TASK GOAL: Up to and including the line with "self.assertEqual(mode['absorption_db_per_cm']['value'], 0)", please reproduce the lines below exactly, beginning with the first.

Records from a dataset
"""Rows of segments: Bloch index, group index and decay against values computed independently of finite differences."""
import math
import unittest

from drive import check, constant, row, table
from index_answers import DB_PER_NEPER, mode_of, points_of

REFERENCE = table('index')
FINE, USUAL = '--accuracy=1e-6', '--accuracy=1e-5'


def with_below(problem, index, from_nm):
    """The same with another material below a line."""
    stripe = {'stripe': {'fill': 'below', 'across': 'x', 'from_nm': float('-inf'), 'to_nm': from_nm}}
    return {**problem, 'materials': {**problem['materials'], 'below': constant(index)},
            'cell': {**problem['cell'], 'shapes': [stripe, *problem['cell']['shapes']]}}


def segmented(case, **light):
    return row(case['pitch'], case['pitch'] * case['duty'], 220, case['polarization'], **light)


class Segmented(unittest.TestCase):
    def test_index_and_group_index(self):
        tolerance = REFERENCE['segmented_tolerance']
        for case in REFERENCE['segmented']:
            with self.subTest(**case):
                mode = mode_of(segmented(case), FINE, wavelength_nm=1550)
                check(self, 'index', mode['bloch_index'], case['index'], tolerance, digits=5.1e-8)
                check(self, 'group index', mode['group_index'], case['group'], 5 * tolerance,
                      digits=case['group_digits'])
                self.assertEqual(mode['regime'], 'subwavelength')
                self.assertEqual(mode['loss_db_per_cm']['value'], 0)

    def test_in_the_stop_band(self):
        case = REFERENCE['segmented_stopped']
        mode = mode_of(segmented(case), USUAL, wavelength_nm=1550)
        self.assertEqual(mode['regime'], 'stop-band')
        self.assertAlmostEqual(mode['bloch_index']['value'], 1550 / (2 * case['pitch']), delta=1e-12)
        self.assertIsNone(mode['group_index']['value'])
        self.assertIsNone(mode['dispersion_ps_per_nm_km']['value'])
        self.assertGreater(mode['loss_db_per_pitch']['value'], 0)
        # A mirror loses nothing.
        self.assertEqual(mode['absorption_db_per_cm']['value'], 0)
        self.assertEqual(mode['radiation_db_per_cm']['value'], 0)


class Rows(unittest.TestCase):
    def test_index_group_index_decay(self):
        for case in REFERENCE['rows']:
            problem = row(**case['row'])
            tolerance = REFERENCE['rows_tolerance'][case['row']['polarization']]
            for at in case['at']:
                with self.subTest(case['name'], wavelength=at['wavelength']):
                    mode = mode_of(problem, USUAL, wavelength_nm=at['wavelength'])
                    if 'index' in at:
                        check(self, 'index', mode['bloch_index'], at['index'], tolerance)
                    if 'group' in at:
                        check(self, 'group index', mode['group_index'], at['group'], 5 * tolerance)
                    if 'decay_per_um' in at:
                        # The accuracy asked for is one of the whole wavenumber, π/pitch + i decay.
                        self.assertEqual(mode['regime'], 'stop-band')
                        turns = at['decay_per_um'] * case['row']['pitch'] / 1000
                        check(self, 'decay', mode['loss_db_per_pitch'], DB_PER_NEPER * turns,
                              tolerance * math.pi / turns)

    def test_two_modes(self):
        # The second one reaches 1.3 µm into the oxide where there is one: farther than the first look sees.
        for case in REFERENCE['two_modes']:
            problem = row(**case['row'])
            if 'below' in case:
                problem = with_below(problem, case['below']['index'], case['below']['from'])
            [point] = points_of(problem, USUAL, '--count=2', wavelength_nm=case['wavelength'])
            self.assertEqual([mode['order'] for mode in point['modes']], [0, 1])
            for mode, expected in zip(point['modes'], case['indices']):
                check(self, case['name'], mode['bloch_index'], expected, 1e-6)


if __name__ == '__main__':
    unittest.main()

RESPONSE TO THE TASK:
"""Rows of segments: Bloch index, group index and decay against values computed independently of finite differences."""
import math
import unittest

from drive import check, constant, row, table
from index_answers import DB_PER_NEPER, mode_of, points_of

REFERENCE = table('index')
FINE, USUAL = '--accuracy=1e-6', '--accuracy=1e-5'


def with_below(problem, index, from_nm):
    """The same with another material below a line."""
    stripe = {'stripe': {'fill': 'below', 'across': 'x', 'from_nm': float('-inf'), 'to_nm': from_nm}}
    return {**problem, 'materials': {**problem['materials'], 'below': constant(index)},
            'cell': {**problem['cell'], 'shapes': [stripe, *problem['cell']['shapes']]}}


def segmented(case, **light):
    return row(case['pitch'], case['pitch'] * case['duty'], 220, case['polarization'], **light)


class Segmented(unittest.TestCase):
    def test_index_and_group_index(self):
        tolerance = REFERENCE['segmented_tolerance']
        for case in REFERENCE['segmented']:
            with self.subTest(**case):
                mode = mode_of(segmented(case), FINE, wavelength_nm=1550)
                check(self, 'index', mode['bloch_index'], case['index'], tolerance, digits=5.1e-8)
                check(self, 'group index', mode['group_index'], case['group'], 5 * tolerance,
                      digits=case['group_digits'])
                self.assertEqual(mode['regime'], 'subwavelength')
                self.assertEqual(mode['loss_db_per_cm']['value'], 0)

    def test_in_the_stop_band(self):
        case = REFERENCE['segmented_stopped']
        mode = mode_of(segmented(case), USUAL, wavelength_nm=1550)
        self.assertEqual(mode['regime'], 'stop-band')
        self.assertAlmostEqual(mode['bloch_index']['value'], 1550 / (2 * case['pitch']), delta=1e-12)
        self.assertIsNone(mode['group_index']['value'])
        self.assertIsNone(mode['dispersion_ps_per_nm_km']['value'])
        self.assertGreater(mode['loss_db_per_pitch']['value'], 0)
        # A mirror loses nothing.
        self.assertEqual(mode['absorption_db_per_cm']['value'], 0)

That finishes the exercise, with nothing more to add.